Go through the data and copy each line where the word "assertj" shows up.

§ Source records
[Start of section]

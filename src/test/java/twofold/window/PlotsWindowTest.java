package twofold.window;

import static org.assertj.core.api.Assertions.assertThat;
import static org.assertj.core.api.Assertions.within;

import java.nio.file.Path;
import java.util.List;
import java.util.concurrent.Callable;
import javafx.scene.Node;
import javafx.scene.control.Button;
import javafx.scene.control.ComboBox;
import javafx.scene.control.Label;
import javafx.scene.control.TabPane;
import javafx.scene.image.WritableImage;
import javafx.scene.input.KeyCode;
import javafx.scene.input.MouseButton;
import javafx.scene.paint.Color;
import org.junit.jupiter.api.Tag;
import org.junit.jupiter.api.Test;
import org.junit.jupiter.params.ParameterizedTest;
import org.junit.jupiter.params.provider.CsvSource;
import twofold.edit.LeverEdits;
import twofold.layout.Laid;
import twofold.picture.Ink;
import twofold.picture.Theme;
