import { z } from 'zod';
import { emailSchema, idSchema, instantSchema } from './common.ts';
import { lineSchema } from './text.ts';

export const passwordSchema = z
  .string()
  .min(12, 'A password has at least 12 characters.')
  .max(200, 'A password has at most 200 characters.');

export const accountSchema = z.object({
  id: idSchema,
  email: z.string(),
  name: z.string(),
  siteAdmin: z.boolean(),
  /** Whether a letter tells when a run they started ends. */
  mailsRunEnd: z.boolean(),
  createdAt: instantSchema,
});
export type Account = z.infer<typeof accountSchema>;

export const signInSchema = z
  .object({ email: emailSchema, password: z.string().min(1, 'Type your password.').max(200) })
  .strict();
export type SignIn = z.infer<typeof signInSchema>;

export const sessionSchema = z.object({ account: accountSchema.nullable() });
export type Session = z.infer<typeof sessionSchema>;

export const changePasswordSchema = z
  .object({ current: z.string().min(1, 'Type your present password.').max(200), next: passwordSchema })
  .strict();
export const renameAccountSchema = z.object({ name: lineSchema(120).min(1, 'Type your name.') }).strict();
export const changeAccountSchema = z
  .object({ name: renameAccountSchema.shape.name.optional(), mailsRunEnd: z.boolean().optional() })
  .strict()
  .refine((change) => Object.keys(change).length > 0, 'Say what to change.');

/** A browser signed in to the account; `current` is the one asking. */
export const deviceSchema = z.object({
  id: z.string(),
  userAgent: z.string(),
  address: z.string(),
  lastSeenAt: instantSchema,
  current: z.boolean(),
});
export const deviceListSchema = z.object({ devices: z.array(deviceSchema) });

/** A welcome or reset link, opened: whom it is for. */
export const welcomeSchema = z.object({ email: z.string(), name: z.string(), purpose: z.enum(['welcome', 'reset']) });
export type Welcome = z.infer<typeof welcomeSchema>;
export const acceptWelcomeSchema = z
  .object({ name: lineSchema(120).min(1, 'Type your name.'), password: passwordSchema })
  .strict();
export const forgotPasswordSchema = z.object({ email: emailSchema }).strict();

export const siteAccountSchema = accountSchema.extend({
  state: z.enum(['invited', 'active', 'closed']),
  projectCount: z.number().int(),
});
export const siteAccountListSchema = z.object({ accounts: z.array(siteAccountSchema) });
export type SiteAccount = z.infer<typeof siteAccountSchema>;
export const createAccountSchema = z
  .object({
    email: emailSchema,
    name: lineSchema(120).min(1, 'Type a name.'),
    siteAdmin: z.boolean().default(false),
  })
  .strict();
export const updateAccountSchema = z
  .object({ siteAdmin: z.boolean().optional(), closed: z.boolean().optional() })
  .strict();
/** `link` is given only when no mail server is set up, so that it can be passed on by hand. */
export const accountLinkSchema = z.object({
  account: siteAccountSchema,
  mailed: z.boolean(),
  link: z.string().nullable(),
});

export const siteStorageSchema = z.object({
  sceneBytes: z.number(),
  runBytes: z.number(),
  incomingBytes: z.number(),
  freeBytes: z.number(),
});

[End of section]

§ Completed exercise
import static org.assertj.core.api.Assertions.assertThat;
import static org.assertj.core.api.Assertions.within;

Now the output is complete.